Depending on their stage of evolution in matters of Succession Management, companies react differently to the challenge of selecting live right leader. Examples from the Romanian market, such as Aldis. Edy Spcdition. Banca Transilvania.

Tarom. are relevant for the importance that the putting in place of the right processes for succession management has. Without clear and tested succession management processes, companies face great risks which may culminate in bankruptcy.

Depending on its stage of evolution in matters of Succession Management, a company and its board of directors will differently react to a certain challenge, such as the selection of the right leader. Nowadays, the stakes arc higher than ever, when the need of selecting the right leadership for an important company arises.

There are three main types of situation in which the need to select a new leader for a company arises, namely (Ogden and Wood 2008):

When the board of directors has to immediately replace a CEO that was suddenly incapacitated or a CEO that died. For such situations, the companies should have a so-called "name in the envelope" succession plan.

When the board of directors has to face the announced departure of a CEO. This is probably a simpler case, because the hoard is being warned, so it has the chance of properly starling the process of finding a successor. For such situations, the companies should have a so-called "targeted retirement" succession plan.

When the board of directors has to face the changing of a CEO sooner than planned, because of the faltering of the business. For such situations, the companies should have a so-called “deteriorating situation" succession plan.
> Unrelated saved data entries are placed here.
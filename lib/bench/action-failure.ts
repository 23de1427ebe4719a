import "server-only";
import type { z } from "zod";
import { BenchError } from "@/db/queries/bench";
import { AccessDeniedError } from "@/lib/auth/guard";
import { fieldErrorsFromZod } from "@/lib/http/json";
import type { BenchFormResult } from "@/lib/validations/bench";

// How the bench's server actions answer a refusal: the person's words, beside the field when one is named.

export function invalidForm(error: z.ZodError): BenchFormResult {
  return { ok: false, message: "Some entries need fixing; they are marked beside each field. Nothing was saved.", fieldErrors: fieldErrorsFromZod(error) };
}

export function benchFailure(error: unknown, where: string): BenchFormResult {
  if (error instanceof BenchError) return { ok: false, message: error.message, fieldErrors: error.fieldErrors };
  if (error instanceof AccessDeniedError) return { ok: false, message: error.message, fieldErrors: {} };
  console.error(`[bench/${where}]`, error);
  return { ok: false, message: "Something went wrong on our side and nothing was saved. Your entries are still in the form; try again.", fieldErrors: {} };
}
In any of the cases listed above, if the boards of directors did not pul in place the right processes for succession management, great risks are involved.

Real life brings into attention various situations that involve the combination and integration of different succession plan categories (for instance the Edy Spedition case, w hich raised the necessity of having— at the same time—both a “name in the envelope" succession plan and a “target retirement" succession plan).

Belgian Christian Heinzmann, general manager of Tarom in November 2012, said in an interview Monday News.ro that his mandate as director general of the state airline had limited powers that strategic decisions such as the fleet renewal, were stuck at board level, and believes that his most important performance was to reduce the company's strong losses.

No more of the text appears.